Q3 2002 | Q3 2003 | |||||||
---|---|---|---|---|---|---|---|---|
Net income (loss) | $ | (5 | ) | $ | 6 | |||
Add back: | ||||||||
Minority stockholders' share of income | 1 | - | ||||||
Provision for (benefit from) income taxes | (4 | ) | 1 | |||||
Depreciation and amortization | 6 | 7 | ||||||
Interest expense | 15 | 9 | ||||||
Restructuring & impairment losses on long lived and other assets | 1 | - | ||||||
EBITDA | $ | 14 | $ | 23 | ||||
EBITDA as a Percent of net sales | 9.4 | % | 13.3 | % | ||||
MEMO : Cash portion of restructuring and impairment losses | - | - | ||||||
MEMO : Other (income) expense, net included above | $ | 2 | $ | 1 | ||||
MEMO : Gain on sale of discontinued operations | - | - |
NOTE ON EBITDA RECONCILIATION: Extraordinary items relating to capitalized debt fees for 2002 have been reclassified into other (income) expense, net, in accordance with new generally accepted accounting standards.
EBITDA is a non-GAAP financial measure that GTI currently calculates according to the schedule above. GTI believes that EBITDA is generally accepted as providing useful information regarding a company’s ability to incur and service debt. GTI also believes that EBITDA provides useful information about the productivity and cash generation potential of its ongoing businesses. Management uses EBITDA as well as other financial measures in connection with its decision-making activities. EBITDA should not be considered in isolation or as a substitute for net income (loss), cash flows from continuing operations or other consolidated income or cash flow data prepared in accordance with GAAP. GTI’s method for calculating EBITDA may not be comparable to methods used by other companies and is not the same as the method for calculating EBITDA under its senior secured bank credit facilities or its senior notes.

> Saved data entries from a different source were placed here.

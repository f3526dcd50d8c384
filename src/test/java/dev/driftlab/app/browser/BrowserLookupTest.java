package dev.driftlab.app.browser;

import static org.assertj.core.api.Assertions.assertThat;

import java.io.File;
import java.io.IOException;
import java.nio.file.Files;
import java.nio.file.Path;
import java.nio.file.attribute.PosixFilePermissions;
import org.junit.jupiter.api.Test;
import org.junit.jupiter.api.io.TempDir;

/** The browser is found the way .ci/run finds it: first on the PATH, then in /usr/bin. */
class BrowserLookupTest {

    @TempDir
    Path tmp;

    @Test
    void find_whenOnThePath_thenTheFirstExecutableInPathOrder() throws IOException {
        Path first = Files.createDirectories(tmp.resolve("first"));
        Path second = Files.createDirectories(tmp.resolve("second"));
        Path third = Files.createDirectories(tmp.resolve("third"));
        file(first, "chromium", false); // present but not executable: not a candidate
        file(second, "chromium", true);
        file(third, "chromium", true);
        String path = String.join(File.pathSeparator, "", first.toString(), second.toString(), third.toString());

        assertThat(Browser.find("chromium", path)).isEqualTo(second.resolve("chromium"));
    }

    @Test
    void find_whenNotOnThePath_thenUsrBin() throws IOException {
        Path empty = Files.createDirectories(tmp.resolve("empty"));

        assertThat(Browser.find("chromedriver", empty.toString())).isEqualTo(Path.of("/usr/bin/chromedriver"));
        assertThat(Browser.find("chromedriver", null)).isEqualTo(Path.of("/usr/bin/chromedriver"));
    }

    @Test
    void find_whenADirectoryHasTheName_thenItIsSkipped() throws IOException {
        Path dir = Files.createDirectories(tmp.resolve("bin"));
        Files.createDirectories(dir.resolve("chromium"));

        assertThat(Browser.find("chromium", dir.toString())).isEqualTo(Path.of("/usr/bin/chromium"));
    }

    private static void file(Path dir, String name, boolean executable) throws IOException {
        Path f = Files.createFile(dir.resolve(name));
        Files.setPosixFilePermissions(f, PosixFilePermissions.fromString(executable ? "rwxr-xr-x" : "rw-r--r--"));
    }
}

Sept-03 | Dec-03 Estimate | |||||||
---|---|---|---|---|---|---|---|---|
Long term debt | $685 | $500 - 525 | ||||||
Short term debt | 15 | 0 - 5 | ||||||
Total debt | 700 | 500 - 530 | ||||||
Less: | ||||||||
Fair value of hedged debt obligation | (9) | 0 | ||||||
Unamortized bond premium | 4 | 4 | ||||||
Cash and cash equivalents | 6 | 16 - 27 | ||||||
Net debt | $699 | $480 - 499 | ||||||
Pro Forma Calculation | ||||||||
Net debt (from above) | 699 | |||||||
Less: Net proceeds from public offering | (190) | |||||||
Pro Forma net debt | $509 | |||||||
NOTE ON NET DEBT RECONCILATION: Net debt is a non-GAAP financial measure that GTI calculates according to the schedule above, using GAAP amounts from the consolidated financial statements. GTI excludes the unamortized bond premium from its sale of $150 million aggregate principal amount of additional senior notes in May 2002 at a price of 104.5% of principal amount. The premium received in excess of principal amount is amortized to reduce interest expense over the term of the senior notes. GTI also excludes the fair value of hedged debt obligations (which are interest rate swaps that have been marked-to-market) because they currently represent a liability with an offsetting non-cash adjustment recorded as a component of long-term debt on the consolidated balance sheet. GTI believes that net debt is generally accepted as providing useful information regarding a company’s indebtedness. Management believes net debt provides meaningful information to investors to assist them to analyze leverage. Management uses net debt as well as other financial measures in connection with its decision-making activities. Net debt should not be considered in isolation or as a substitute for total debt or total debt and other long term obligations calculated in accordance with GAAP. GTI’s method for calculating net debt may not be comparable to methods used by other companies and is not the same as the method for calculating net debt under its senior secured bank credit facilities. GTI does not forecast the fair value of hedged debt obligation. Net debt guidance is subject to the considerations under Note on Reconciliation of Earnings, EBITDA and net debt guidance data.